Combinar ejercicio físico con algunos medicamentos o alimentos podría llegar a producir una reacción alérgica grave, según ha avisado la doctora Ángela Meijide, del Comité de Alergia a Alimentos de la Sociedad Española de Alergología e Inmunología Clínica (SEAIC), que ha puesto como ejemplo la toma de determinados fármacos antiinflamatorios no esteroideos (AINEs) o de alimentos, como el trigo, en un período cercano de tiempo a la realización de algún tipo de deporte, lo que podria desencadenar una reacción alérgica, que podría ir desde una simple urticaria a una anafilaxia.

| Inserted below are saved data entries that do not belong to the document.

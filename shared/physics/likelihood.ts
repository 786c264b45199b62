/**
 * The Poisson model of the counts (physics contract §3–4): μ_k = w_k ⟨ψ_k|σ|ψ_k⟩ and
 * L(σ) = Σ_k [n_k ln μ_k − μ_k] (without ln n_k!), the negative of the NLL that the MLE minimises.
 */
import type { MeasurementModel } from "./measurementModel";
import { type CMatrix, multiply, scale, zeros } from "./linalg/complexMatrix";
import type { PreparedCounts } from "./corrections";
import { hermitianEigen, hermitianEigenvalues, fromSpectrum } from "./linalg/hermitianEigen";

export function expectedCounts(model: MeasurementModel, weights: Float64Array, sigma: CMatrix): Float64Array {
  const d = model.dimension;
  const mu = new Float64Array(model.rows);
  const { psiRe, psiIm } = model;
  for (let k = 0; k < model.rows; k++) {
    const o = k * d;
    let s = 0;
    for (let i = 0; i < d; i++) {
      let wr = 0;
      let wi = 0;
      for (let j = 0; j < d; j++) {
        const ar = sigma.re[i * d + j], ai = sigma.im[i * d + j];
        wr += ar * psiRe[o + j] - ai * psiIm[o + j];
        wi += ar * psiIm[o + j] + ai * psiRe[o + j];
      }
      s += psiRe[o + i] * wr + psiIm[o + i] * wi;
    }
    mu[k] = weights[k] * s;
  }
  return mu;
}

/** Σ [n ln μ − μ]; −∞ when a row with counts has μ ≤ 0; NaN-free. */
export function logLikelihood(counts: Float64Array, mu: Float64Array): number {
  let l = 0;
  for (let k = 0; k < counts.length; k++) {
    const n = counts[k];
    if (n > 0) {
      if (!(mu[k] > 0)) return -Infinity;
      l += n * Math.log(mu[k]);
    }
    l -= mu[k];
  }
  return l;
}

/** Σ_k c_k w_k |ψ_k⟩⟨ψ_k| for per-row coefficients c_k. */
export function weightedProjectorSum(model: MeasurementModel, coefficients: ArrayLike<number>): CMatrix {
  const d = model.dimension;
  const out = zeros(d);
  const { psiRe, psiIm } = model;
  for (let k = 0; k < model.rows; k++) {
    const c = coefficients[k];
    if (c === 0) continue;
    const o = k * d;
    for (let i = 0; i < d; i++) {
      const xr = c * psiRe[o + i], xi = c * psiIm[o + i];
      for (let j = 0; j < d; j++) {
        out.re[i * d + j] += xr * psiRe[o + j] + xi * psiIm[o + j];
        out.im[i * d + j] += xi * psiRe[o + j] - xr * psiIm[o + j];
      }
    }
  }
  return out;
}

/**
 * M^{-1/2} for M = Σ_k w_k P_k, the operator whose expectation is the total expected count.
 * Positive definite for an informationally complete set.
 */
export function inverseSqrtTotalOperator(model: MeasurementModel, weights: Float64Array): CMatrix {
  const { values, vectors } = hermitianEigen(weightedProjectorSum(model, weights));
  return fromSpectrum(vectors, values.map((v) => 1 / Math.sqrt(v)));
}

/** (Σμ − N) − N λ_min(M^{-1/2} G M^{-1/2}), never negative. */
export function gapBound(g: CMatrix, mInvSqrt: CMatrix, totalExpected: number, totalCounts: number): number {
  const values = hermitianEigenvalues(multiply(multiply(mInvSqrt, g), mInvSqrt));
  return Math.max(0, totalExpected - totalCounts - totalCounts * values[values.length - 1]);
}

/** G = Σ_k (1 − n_k/μ_k) w_k P_k, the gradient of NLL with respect to σ (rows without counts: c_k = 1). */
export function gradientOperator(model: MeasurementModel, data: PreparedCounts, sigma: CMatrix): CMatrix {
  const mu = expectedCounts(model, data.weights, sigma);
  return weightedProjectorSum(model, mu.map((m, k) => (data.counts[k] > 0 ? 1 - data.counts[k] / m : 1)));
}

/** s·σ with s = N / Σμ, the best multiple of σ. */
export function rescaled(model: MeasurementModel, data: PreparedCounts, sigma: CMatrix): CMatrix {
  const total = expectedCounts(model, data.weights, sigma).reduce((a, b) => a + b, 0);
  return total > 0 ? scale(sigma, data.totalCounts / total) : sigma;
}
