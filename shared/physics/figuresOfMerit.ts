/**
 * Every figure of merit of physics contract §6 for one density matrix. Two-qubit measures are
 * null for other photon numbers. A non-physical ρ (negative eigenvalues, e.g. from linear
 * inversion) still gets numbers, with `physical: false` so that the caller marks them.
 *
 * - purity Tr ρ²; linear entropy d/(d−1)·(1 − Tr ρ²) (4/3 for two qubits, the usual
 *   normalisation in photonic tomography, from memory: 1 for the maximally mixed state);
 * - von Neumann entropy −Σ λ log₂ λ in bits over λ > 0 (von Neumann, "Mathematische
 *   Grundlagen der Quantenmechanik" (1932));
 * - tangle C² (Coffman, Kundu, Wootters, Phys. Rev. A 61, 052306 (2000)).
 */
import type { DensityMatrix, Target } from "./types";
import { type CMatrix, fromPlain, hermitianPart } from "./linalg/complexMatrix";
import { hermitianEigenvalues } from "./linalg/hermitianEigen";
import { fidelityToTarget, phaseOptimisedFidelity, type PhaseOptimisedFidelity } from "./fidelity";
import { chshMaximum, concurrence, negativity } from "./entanglement";
import { predictedChsh } from "./bell/prediction";
import { STANDARD_BELL_ANGLES, type BellAngles } from "./bell/angles";
import { PHYSICAL_TOLERANCE } from "./tolerances";

export interface FiguresOfMerit {
  /** Fidelity to the target (null without one). */
  fidelity: number | null;
  target: string | null;
  concurrence: number | null;
  tangle: number | null;
  purity: number;
  linearEntropy: number;
  vonNeumannEntropy: number;
  negativity: number | null;
  chshMax: number | null;
  eigenvalues: number[];
  physical: boolean;
  /** Best fidelity to (|HV⟩ + e^{iφ}|VH⟩)/√2 or (|HH⟩ + e^{iφ}|VV⟩)/√2 — the family of the target, else the better one. */
  phaseOptimised: PhaseOptimisedFidelity | null;
}

export function figuresOfMerit(rho: DensityMatrix | CMatrix, target: Target | null = "phi+"): FiguresOfMerit {
  const m = hermitianPart("n" in rho ? rho : fromPlain(rho));
  const d = m.n;
  const eigenvalues = Array.from(hermitianEigenvalues(m));
  const physical = eigenvalues[d - 1] >= -PHYSICAL_TOLERANCE;
  let purity = 0;
  for (let i = 0; i < d * d; i++) purity += m.re[i] * m.re[i] + m.im[i] * m.im[i];
  let entropy = 0;
  for (const l of eigenvalues) if (l > 0) entropy -= l * Math.log2(l);
  const twoQubit = d === 4;
  const c = twoQubit ? concurrence(m, physical) : null;
  return {
    fidelity: target === null ? null : fidelityToTarget(m, target),
    target: target === null ? null : typeof target === "string" ? target : `custom ${target.kind}`,
    concurrence: c,
    tangle: c === null ? null : c * c,
    purity,
    linearEntropy: (d / (d - 1)) * (1 - purity),
    vonNeumannEntropy: entropy + 0,
    negativity: twoQubit ? negativity(m) : null,
    chshMax: twoQubit ? chshMaximum(m) : null,
    eigenvalues,
    physical,
    phaseOptimised: twoQubit ? bestPhaseFamily(m, target) : null,
  };
}

function bestPhaseFamily(m: CMatrix, target: Target | null): PhaseOptimisedFidelity {
  if (target === "psi+" || target === "psi-") return phaseOptimisedFidelity(m, "HV/VH");
  if (target === "phi+" || target === "phi-") return phaseOptimisedFidelity(m, "HH/VV");
  const a = phaseOptimisedFidelity(m, "HV/VH");
  const b = phaseOptimisedFidelity(m, "HH/VV");
  return a.fidelity >= b.fidelity ? a : b;
}

/** S that ρ predicts at the given linear-polariser angles (default: the standard set for φ⁺). */
export function chshFromRho(rho: DensityMatrix | CMatrix, angles: BellAngles = STANDARD_BELL_ANGLES): number {
  return predictedChsh(rho, angles).s;
}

Según esta doctora, en cualquier caso, "de toda la alergia a alimentos que llega a las consultas de Alergología solo el uno por ciento es anafilaxia inducida por ejercicio. Es fundamental anotar qué se ha tomado para orientar el diagnóstico y la valoración por parte del especialista".

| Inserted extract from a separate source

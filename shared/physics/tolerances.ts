/** Eigenvalues above −PHYSICAL_TOLERANCE count as non-negative (a unit-trace ρ is then "physical"). */
export const PHYSICAL_TOLERANCE = 1e-10;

Actualmente hay diversas teorías acerca de la anafilaxia inducida por ejercicio, entre las que destaca el aumento de la permeabilidad gastrointestinal, la redistribución del flujo sanguíneo o los cambios celulares que se sufren al realizar ejercicio, que pueden favorecer la aparición de una reacción cuando el cuerpo entra en contacto con el alérgeno.

La doctora ha asegurado que, en general, incrementar el tiempo entre la ingesta y la práctica deportiva podría evitar estas situaciones.

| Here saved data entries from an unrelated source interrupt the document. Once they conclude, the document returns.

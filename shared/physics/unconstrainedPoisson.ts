/**
 * The Poisson likelihood over all Hermitian σ (no positivity), in Pauli coordinates x
 * (σ = (1/d) Σ_j x_j Γ_j, see pauliBasis.ts): μ_k = w_k a_kᵀx is linear, so NLL(x) is convex
 * with gradient Σ_k c_k w_k a_k (c_k = 1 − n_k/μ_k) and Hessian Σ_k (n_k/μ_k²) w_k² a_k a_kᵀ.
 * Newton converges quadratically here; its optimum is the maximum-likelihood state whenever
 * that lies inside the cone of positive matrices, and otherwise a good start for the
 * positive-semidefinite search (maximumLikelihood.ts). Only defined when every row has
 * counts (a row with n_k = 0 would let μ_k run to −∞).
 */
import type { PreparedCounts } from "./corrections";
import type { LinearSystem } from "./linearInversion";
import type { LinePoint, NewtonProblem } from "./linalg/dampedNewton";

export class UnconstrainedPoisson implements NewtonProblem {
  readonly size: number;
  readonly gradient: Float64Array;
  readonly hessian: Float64Array;
  private readonly mu: Float64Array;
  private readonly change: Float64Array;
  private wa: Float64Array = new Float64Array(0);
  private linear!: LinearSystem;
  private data!: PreparedCounts;

  constructor(linear: LinearSystem, data: PreparedCounts) {
    const p = linear.params;
    this.size = p;
    this.gradient = new Float64Array(p);
    this.hessian = new Float64Array(p * p);
    this.mu = new Float64Array(linear.rows);
    this.change = new Float64Array(linear.rows);
    this.reset(linear, data);
  }

  /** Another system of the same size (parameters and rows) and other counts: the buffers are reused. */
  reset(linear: LinearSystem, data: PreparedCounts): void {
    if (linear.params !== this.size || linear.rows !== this.mu.length) throw new Error("internal: UnconstrainedPoisson reused for another shape");
    this.linear = linear;
    this.data = data;
    const p = linear.params;
    // w_k a_k, the gradient of μ_k, at the non-zero entries of the design (wa[e] for column nonzero[e])
    const { nonzero, nonzeroStart } = linear;
    if (this.wa.length < nonzero.length) this.wa = new Float64Array(nonzero.length);
    for (let k = 0; k < linear.rows; k++) {
      for (let e = nonzeroStart[k]; e < nonzeroStart[k + 1]; e++) this.wa[e] = linear.design[k * p + nonzero[e]] * data.weights[k];
    }
  }

  /** μ and the gradient at x; false if some μ_k ≤ 0. */
  evaluate(x: Float64Array): boolean {
    const { wa, mu, gradient, data } = this;
    const { nonzero, nonzeroStart } = this.linear;
    gradient.fill(0);
    for (let k = 0; k < this.linear.rows; k++) {
      let m = 0;
      for (let a = nonzeroStart[k]; a < nonzeroStart[k + 1]; a++) m += wa[a] * x[nonzero[a]];
      mu[k] = m;
      if (!(m > 0)) return false;
      const c = 1 - data.counts[k] / m;
      for (let a = nonzeroStart[k]; a < nonzeroStart[k + 1]; a++) gradient[nonzero[a]] += c * wa[a];
    }
    return true;
  }

  /** NLL at the last evaluated point (meaningful only after evaluate() returned true). */
  value(): number {
    let f = 0;
    for (let k = 0; k < this.linear.rows; k++) f += this.mu[k] - this.data.counts[k] * Math.log(this.mu[k]);
    return f;
  }

  buildHessian(): void {
    const { size: p, wa, mu, hessian: h, data } = this;
    const { nonzero, nonzeroStart } = this.linear;
    h.fill(0);
    for (let k = 0; k < this.linear.rows; k++) {
      const s = data.counts[k] / (mu[k] * mu[k]);
      for (let a = nonzeroStart[k]; a < nonzeroStart[k + 1]; a++) {
        const i = nonzero[a];
        const ga = s * wa[a];
        for (let b = nonzeroStart[k]; b <= a; b++) h[i * p + nonzero[b]] += ga * wa[b];
      }
    }
    for (let a = 0; a < p; a++) for (let b = 0; b < a; b++) h[b * p + a] = h[a * p + b];
  }

  setDirection(delta: Float64Array): void {
    const { wa, change } = this;
    const { nonzero, nonzeroStart } = this.linear;
    for (let k = 0; k < this.linear.rows; k++) {
      let m = 0;
      for (let a = nonzeroStart[k]; a < nonzeroStart[k + 1]; a++) m += wa[a] * delta[nonzero[a]];
      change[k] = m;
    }
  }

  along(alpha: number): LinePoint {
    const { mu, change, data } = this;
    let value = 0;
    let slope = 0;
    let curvature = 0;
    for (let k = 0; k < this.linear.rows; k++) {
      const dm = alpha * change[k];
      const rel = dm / mu[k];
      if (!(rel > -1)) return { value: Infinity, slope: NaN, curvature: NaN };
      const m = mu[k] + dm;
      const n = data.counts[k];
      value += dm - n * Math.log1p(rel);
      slope += change[k] * (1 - n / m);
      curvature += (n * change[k] * change[k]) / (m * m);
    }
    return { value, slope, curvature };
  }
}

Respecto a la práctica del deporte y el asma, la experta ha asegurado quie "no son incompatibles", ya que realizar ejercicio físico mejora la resistencia respiratoria y la tolerancia a la actividad física, e incluso es posible que el entrenamiento pueda llegar a reducir la necesidad de medicación, el absentismo escolar y laboral y la sensación disneica por el fortalecimiento de la musculatura torácica.

Según ha indicado Julio Delgado, miembro del Comité de Asma de la SEAIC, "la clave está en el control, ya que la respuesta fisiopatológica al ejercicio es similar en sujetos asmáticos bien controlados y sujetos sanos. Con un entrenamiento apropiado y medicación hay hasta atletas con asma leve y moderada que pueden participar con éxito en la alta competición".

En cualquier caso, los expertos han asegurado que es necesario tener precaución ante la broncoconstricción inducida por ejercicio (BIE), un estrechamiento transitorio de las vías respiratorias inferiores que se produce después de practicar deporte en presencia o ausencia de asma clínicamente reconocida. En estos casos, el ejercicio no es la causa del asma, sino un agravante o desencadenante de los síntomas.

"Más del 90 por ciento de los sujetos con asma, independientemente de su gravedad, pueden llegar a tener broncoespasmo en relación con el esfuerzo físico. Por lo tanto, el ejercicio es únicamente uno de los estímulos que inducen estos episodios y su presencia indica falta de control del asma", ha detallado Delgado en este sentido.

La prevalencia del BIE es muy variada por las diferentes metodologías usadas para su estudio, la ausencia de estandarización de los factores ambientales o la falta de consenso sobre la realización de la prueba de provocación; y se estima que puede afectar a entre un 4 % y un 20 % de la población general; a entre un 40 % y un 90 % de los asmáticos diagnosticados; a entre un 11 % y un 50 % de los atletas de élite; y a entre un 3 % y un 35 % de los niños de hasta 16 años.

Los síntomas típicos del BIE incluyen sibilancias, disnea, tos y opresión torácica durante o después de la práctica deportiva; y se dan durante el ejercicio extenuante, alcanzando su máxima expresión unos 5-10 minutos después de finalizarlo.

Otros síntomas atípicos pasan por fatiga, dolor abdominal o un estado diferente al de la forma física habitual.